Die Interessensgemeinschaft, die auch die Aktion „OHNE UNS – ist es dunkel und still“ ins Leben gerufen hat, zählt mittlerweile mehrere tausend Unterstützer.

Unser Uli hat Stiletto in einem Videointerview zu seiner Einschätzung der Lage in Österreich befragt. Das ganze Interview findet ihr auf unserem Youtube Kanal zum Nachhören.

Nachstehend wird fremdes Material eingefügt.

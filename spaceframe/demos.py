"""Starter projects from invented demo scenarios: a drawing or mesh plus a model file.

Every scenario here is fictional (no real project, place or client):

- ``canopy``: a double-layer grid canopy over a fictional bus interchange,
  drawn as DXF centrelines in millimetres on layers for top chords, bottom
  chords and diagonals (chords drawn as continuous lines through the joints,
  as drafters do), POINT markers at the column heads and roof panels as
  3DFACEs; dead, snow and wind cases with ULS/SLS combinations.
- ``mast``: a lattice telecommunication mast as a Gmsh mesh with physical
  groups for legs, bracing and horizontals; wind on a face as nodal loads,
  self-weight and a temperature case.
- ``dome``: a geodesic dome from a triangulated surface mesh whose edges are
  taken as members; snow per plan area on the triangles.

``write_demo(folder, name)`` writes the files; the scripts under examples/
call it, and ``spaceframe new`` does too.
"""

from __future__ import annotations

import os
from collections.abc import Callable
from pathlib import Path

import numpy as np

from spaceframe.errors import ProjectError

__all__ = ["DEMOS", "canopy_geometry", "dome_geometry", "mast_geometry", "write_demo"]

CAUTION_TOML = (
    "# Demo scenario, invented for illustration. Results must be checked by a qualified\n"
    "# engineer; local codes and licensed practice govern.\n"
)


def _tubes(sizes: dict[str, tuple[float, float]], default: str,
           groups: dict[str, str] | None = None) -> str:
    """Model-file text of circular hollow sections and their assignment, S355 throughout.

    ``sizes``: section name -> (outside diameter, wall thickness) in mm;
    ``groups``: group -> section name (the others get ``default``).
    """
    lines = ["[sections]"]
    lines += [f'{name} = {{ shape = "chs", diameter = {d}, thickness = {t} }}'
              for name, (d, t) in sizes.items()]
    lines += ["", "[assign]", f'default = {{ section = "{default}", material = "S355" }}']
    if groups:
        pairs = ", ".join(f'{g} = {{ section = "{name}" }}' for g, name in groups.items())
        lines.append(f"groups = {{ {pairs} }}")
    return "\n".join(lines) + "\n"


# --------------------------------------------------------------------- canopy
#: Canopy layout: bays along x and y, bay size and depth in metres.
CANOPY = {"nx": 8, "ny": 5, "bay": 3.0, "depth": 2.0, "height": 6.0}


def canopy_geometry() -> dict[str, np.ndarray]:
    """Centrelines of the canopy as drawn (metres): continuous chords, diagonals, markers."""
    nx, ny, bay, depth, h = (CANOPY[k] for k in ("nx", "ny", "bay", "depth", "height"))
    nx, ny = int(nx), int(ny)
    zt, zb = h + depth, h
    # Top chords: one continuous line per grid line, through every joint.
    xs = np.arange(nx + 1) * bay
    ys = np.arange(ny + 1) * bay
    top_x = np.array([[[0, y, zt], [nx * bay, y, zt]] for y in ys])
    top_y = np.array([[[x, 0, zt], [x, ny * bay, zt]] for x in xs])
    # Bottom chords: offset by half a bay, one line per grid line as well.
    bxs = (np.arange(nx) + 0.5) * bay
    bys = (np.arange(ny) + 0.5) * bay
    bot_x = np.array([[[bxs[0], y, zb], [bxs[-1], y, zb]] for y in bys])
    bot_y = np.array([[[x, bys[0], zb], [x, bys[-1], zb]] for x in bxs])
    bx, by = np.meshgrid(bxs, bys, indexing="ij")
    b = np.c_[bx.ravel(), by.ravel(), np.full(bx.size, zb)]
    corners = np.array([[-0.5, -0.5], [0.5, -0.5], [0.5, 0.5], [-0.5, 0.5]]) * bay
    diag = np.concatenate(
        [np.stack([b, np.c_[b[:, :2] + c, np.full(len(b), zt)]], axis=1) for c in corners]
    )
    # Column heads under bottom nodes in two rows of three.
    cols_i = [0, nx // 2, nx - 1]
    cols_j = [0, ny - 1]
    heads = np.array([[bxs[i], bys[j], zb] for i in cols_i for j in cols_j])
    gx, gy = np.meshgrid(xs[:-1], ys[:-1], indexing="ij")
    g = np.c_[gx.ravel(), gy.ravel()]
    quad = np.array([[0, 0], [bay, 0], [bay, bay], [0, bay]])
    panels = np.concatenate(
        [np.stack([g + q for q in quad], axis=1), np.full((len(g), 4, 1), zt)], axis=2
    )
    return {
        "TOP_CHORD": np.concatenate([top_x, top_y]),
        "BOTTOM_CHORD": np.concatenate([bot_x, bot_y]),
        "DIAGONALS": diag,
        "COLUMN_HEADS": heads,
        "ROOF_PANELS": panels,
    }


def _write_canopy_dxf(path: Path) -> None:
    import ezdxf

    geo = canopy_geometry()
    doc = ezdxf.new("R2013", setup=False)
    doc.header["$INSUNITS"] = 4  # millimetres, as the fictional drafter drew it
    msp = doc.modelspace()
    mm = 1000.0
    colours = {"TOP_CHORD": 1, "BOTTOM_CHORD": 5, "DIAGONALS": 3, "COLUMN_HEADS": 2,
               "ROOF_PANELS": 8}
    for layer, colour in colours.items():
        doc.layers.add(layer, color=colour)
    for layer in ("TOP_CHORD", "BOTTOM_CHORD", "DIAGONALS"):
        for a, b in geo[layer] * mm:
            msp.add_line(tuple(a), tuple(b), dxfattribs={"layer": layer})
    for p in geo["COLUMN_HEADS"] * mm:
        msp.add_point(tuple(p), dxfattribs={"layer": "COLUMN_HEADS"})
    for quad in geo["ROOF_PANELS"] * mm:
        msp.add_3dface([tuple(v) for v in quad], dxfattribs={"layer": "ROOF_PANELS"})
    doc.saveas(path)


CANOPY_TOML = '''title = "Bus interchange canopy (demo scenario)"
output = "canopy-results"

# Drawn in millimetres ($INSUNITS = 4): the reader converts to metres.
[units]
length = "m"
section = "mm"
force = "kN"
pressure = "kN/m^2"

[geometry]
file = "canopy.dxf"
tolerance = "2 mm"                 # joints closer than this are one joint

''' + _tubes({"chord": (114.3, 6.3), "diagonal": (76.1, 4.0)}, "diagonal",
            {"TOP_CHORD": "chord", "BOTTOM_CHORD": "chord"}) + '''
[selections]
column_heads = { markers = "COLUMN_HEADS" }

[[supports]]
nodes = "column_heads"
restrain = "pinned"

[loads.dead]
self_weight = { factor = 1.15 }    # +15 % for node balls, bolts and sleeves
[[loads.dead.area]]
kind = "surface"                   # roof sheeting and purlins
panels = { group = "ROOF_PANELS" }
value = 0.35

[loads.snow]
[[loads.snow.area]]
kind = "plan"
panels = { group = "ROOF_PANELS" }
value = "0.8 kN/m^2"

[loads.wind_uplift]
[[loads.wind_uplift.area]]
kind = "pressure"                  # panel normals point up: negative = suction lifting the roof
panels = { group = "ROOF_PANELS" }
value = -0.6

[combinations]
ULS_snow = { dead = 1.35, snow = 1.5 }
ULS_uplift = { dead = 1.0, wind_uplift = 1.5 }
SLS_snow = { dead = 1.0, snow = 1.0 }

[envelopes]
ULS = ["ULS_snow", "ULS_uplift"]
'''


# ----------------------------------------------------------------------- mast
#: Mast layout: square plan width, panel height and number of panels, metres.
MAST = {"width": 2.0, "panel": 2.5, "panels": 12}


def mast_geometry() -> dict[str, np.ndarray]:
    """Nodes and member lists of the mast (metres): legs, X-bracing, horizontals."""
    w, ph, n = MAST["width"], MAST["panel"], int(MAST["panels"])
    corners = np.array([[0, 0], [w, 0], [w, w], [0, w]]) - w / 2
    levels = np.arange(n + 1) * ph
    nodes = np.concatenate([np.c_[corners, np.full(4, z)] for z in levels])
    node = np.arange(nodes.shape[0]).reshape(n + 1, 4)
    legs = np.concatenate([np.c_[node[:-1, c], node[1:, c]] for c in range(4)])
    horiz = np.concatenate([np.c_[node[1:, c], node[1:, (c + 1) % 4]] for c in range(4)])
    brace = np.concatenate(
        [np.c_[node[:-1, c], node[1:, (c + 1) % 4]] for c in range(4)]
        + [np.c_[node[:-1, (c + 1) % 4], node[1:, c]] for c in range(4)]
    )
    return {"nodes": nodes, "legs": legs, "bracing": brace, "horizontals": horiz}


def _write_mast_msh(path: Path) -> None:
    import meshio

    geo = mast_geometry()
    names = ["legs", "bracing", "horizontals"]
    lines = np.concatenate([geo[k] for k in names])
    tags = np.concatenate([np.full(len(geo[k]), i + 1, dtype=int) for i, k in enumerate(names)])
    mesh = meshio.Mesh(
        geo["nodes"],
        [("line", lines)],
        cell_data={"gmsh:physical": [tags], "gmsh:geometrical": [tags]},
        field_data={k: np.array([i + 1, 1]) for i, k in enumerate(names)},  # (tag, dim)
    )
    # Gmsh's 2.2 text format: meshio writes physical groups there without the
    # per-node entity tags that its 4.1 writer demands.
    mesh.write(path, file_format="gmsh22", binary=False)


MAST_TOML = '''title = "Hilltop telecommunication mast (demo scenario)"
output = "mast-results"

[units]
length = "m"
section = "mm"
force = "kN"
temperature = "K"

[geometry]
file = "mast.msh"

''' + _tubes({"leg": (139.7, 8.0), "brace": (60.3, 4.0), "horizontal": (48.3, 3.2)},
            "brace", {"legs": "leg", "horizontals": "horizontal"}) + '''
[selections]
base = { plane = "z", at = "min" }
windward_face = { difference = [{ plane = "x", at = "min" }, "base"] }
sunny_side = { box = { min = [-1.5, -1.5, -1], max = [-0.5, 1.5, 100] } }

[[supports]]
nodes = "base"
restrain = "pinned"

[loads.dead]
self_weight = { factor = 1.2 }     # +20 % for bolts, gussets, ladder and feeder cables

[loads.wind_x]
[[loads.wind_x.nodal]]
nodes = "windward_face"            # wind along +x on the face x = min, as nodal loads
force = [1.2, 0, 0]

[loads.sun]
[[loads.sun.temperature]]
members = { intersection = ["sunny_side", { group = "legs" }] }   # the two sunny legs, 25 K warmer
change = 25

[combinations]
ULS_wind = { dead = 1.35, wind_x = 1.5 }
ULS_wind_sun = { dead = 1.35, wind_x = 1.5, sun = 0.9 }
SLS_wind = { dead = 1.0, wind_x = 1.0 }

[envelopes]
ULS = ["ULS_wind", "ULS_wind_sun"]
'''


# ----------------------------------------------------------------------- dome
#: Dome: radius in metres and geodesic frequency (edge subdivisions, a power of 2).
DOME = {"radius": 10.0, "frequency": 4}


def dome_geometry() -> tuple[np.ndarray, np.ndarray]:
    """Nodes (metres) and triangles of a geodesic hemisphere cut at its equator.

    Built from an icosahedron with a vertex at the pole, each triangle split
    into four (midpoints pushed onto the sphere) ``log2(frequency)`` times.
    The icosahedron's edges between its two inner rings have their midpoints
    on the equator, so any even frequency gives a flat base ring.
    """
    r, freq = DOME["radius"], int(DOME["frequency"])
    t = np.arctan(0.5)  # latitude of the icosahedron's two rings
    ring = np.arange(5) * 2 * np.pi / 5
    pts = [[0.0, 0.0, 1.0]]
    pts += [[np.cos(t) * np.cos(a), np.cos(t) * np.sin(a), np.sin(t)] for a in ring]
    pts += [[np.cos(t) * np.cos(a + np.pi / 5), np.cos(t) * np.sin(a + np.pi / 5), -np.sin(t)]
            for a in ring]
    pts += [[0.0, 0.0, -1.0]]
    v = np.array(pts)
    k = np.arange(5)
    faces = np.concatenate([
        np.c_[np.zeros(5, int), 1 + k, 1 + (k + 1) % 5],
        np.c_[1 + k, 6 + k, 1 + (k + 1) % 5],
        np.c_[1 + (k + 1) % 5, 6 + k, 6 + (k + 1) % 5],
        np.c_[6 + k, np.full(5, 11), 6 + (k + 1) % 5],
    ])
    while freq > 1:
        edges = np.sort(np.concatenate([faces[:, [0, 1]], faces[:, [1, 2]], faces[:, [2, 0]]]),
                        axis=1)
        uniq, inv = np.unique(edges, axis=0, return_inverse=True)
        mid = v[uniq].mean(axis=1)
        mid /= np.linalg.norm(mid, axis=1)[:, None]
        m = inv.reshape(3, -1).T + len(v)  # midpoints of edges 01, 12, 20 of each face
        v = np.concatenate([v, mid])
        a, b, c = faces.T
        faces = np.concatenate([
            np.c_[a, m[:, 0], m[:, 2]], np.c_[m[:, 0], b, m[:, 1]],
            np.c_[m[:, 2], m[:, 1], c], np.c_[m[:, 0], m[:, 1], m[:, 2]],
        ])
        freq //= 2
    keep = v[faces].mean(axis=1)[:, 2] > 0
    faces = faces[keep]
    used, faces = np.unique(faces, return_inverse=True)
    faces = faces.reshape(-1, 3)
    nodes = v[used] * r
    nodes[np.abs(nodes[:, 2]) < 1e-9 * r, 2] = 0.0  # the equator exactly at z = 0
    # Orient every triangle with its normal pointing outwards (away from the centre).
    n = np.cross(nodes[faces[:, 1]] - nodes[faces[:, 0]], nodes[faces[:, 2]] - nodes[faces[:, 0]])
    inward = np.einsum("ij,ij->i", n, nodes[faces].mean(axis=1)) < 0
    faces[inward] = faces[inward][:, [0, 2, 1]]
    return nodes, faces


def _write_dome_mesh(path: Path) -> None:
    import meshio

    nodes, faces = dome_geometry()
    # Binary (zlib-compressed) VTU: meshio prints a warning to the terminal for
    # text VTU ("only meant for debugging"), and binary keeps every digit.
    meshio.Mesh(nodes, [("triangle", faces)]).write(path, file_format="vtu", binary=True)


DOME_TOML = '''title = "Community garden geodesic dome (demo scenario)"
output = "dome-results"

[units]
length = "m"
section = "mm"
pressure = "kN/m^2"

[geometry]
file = "dome.vtu"
options = { edges_as_members = true }   # every triangle edge is a strut

''' + _tubes({"strut": (48.3, 3.2)}, "strut") + '''
[selections]
base_ring = { plane = "z", at = "min" }

[[supports]]
nodes = "base_ring"
restrain = "pinned"

[loads.dead]
self_weight = { factor = 1.1 }

[loads.snow]
[[loads.snow.area]]
kind = "plan"
panels = "all"
value = 0.6

[combinations]
ULS = { dead = 1.35, snow = 1.5 }
SLS = { dead = 1.0, snow = 1.0 }
'''

#: name -> (drawing file name, writer, model file name, model file text)
DEMOS: dict[str, tuple[str, Callable[[Path], None], str, str]] = {
    "canopy": ("canopy.dxf", _write_canopy_dxf, "canopy.toml", CANOPY_TOML),
    "mast": ("mast.msh", _write_mast_msh, "mast.toml", MAST_TOML),
    "dome": ("dome.vtu", _write_dome_mesh, "dome.toml", DOME_TOML),
}


def write_demo(folder: str | os.PathLike[str], name: str = "canopy", *,
               force: bool = False) -> list[Path]:
    """Write the demo's drawing and model file into ``folder``.

    Each file is written under a temporary name and renamed
    (:func:`spaceframe.files.atomic_write`), so a failure leaves nothing
    half-written.

    Raises
    ------
    ProjectError
        On an unknown demo name, or a target file that exists (without ``force``).
    """
    if name not in DEMOS:
        raise ProjectError(f"unknown demo {name!r}: choose one of {', '.join(DEMOS)}")
    drawing, writer, toml_name, text = DEMOS[name]
    out = Path(folder)
    out.mkdir(parents=True, exist_ok=True)
    targets = [out / drawing, out / toml_name]
    existing = [str(p) for p in targets if p.exists()]
    if existing and not force:
        raise ProjectError(f"{', '.join(existing)} exists already (use --force to overwrite)")
    from spaceframe.files import atomic_write

    atomic_write(targets[0], writer)
    atomic_write(targets[1], lambda tmp: _write_text(tmp, CAUTION_TOML + text))
    return targets


def _write_text(path: Path, text: str) -> None:
    path.write_text(text, encoding="utf-8")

Stiletto betont mehrfach, daß es in der Veranstaltungsbranche derzeit einen 100% igen Ausfall gibt, und Großveranstaltungen bis ins Jahr 2021 nicht stattfinden werden. Aufgrund der langen Vorlaufzeiten für Events (bis zu 12 Monate) ist eigentlich auf lange Zeit alles abgesagt. Die Stimmung in der Branche ist aus diesen Gründen natürlich schlecht.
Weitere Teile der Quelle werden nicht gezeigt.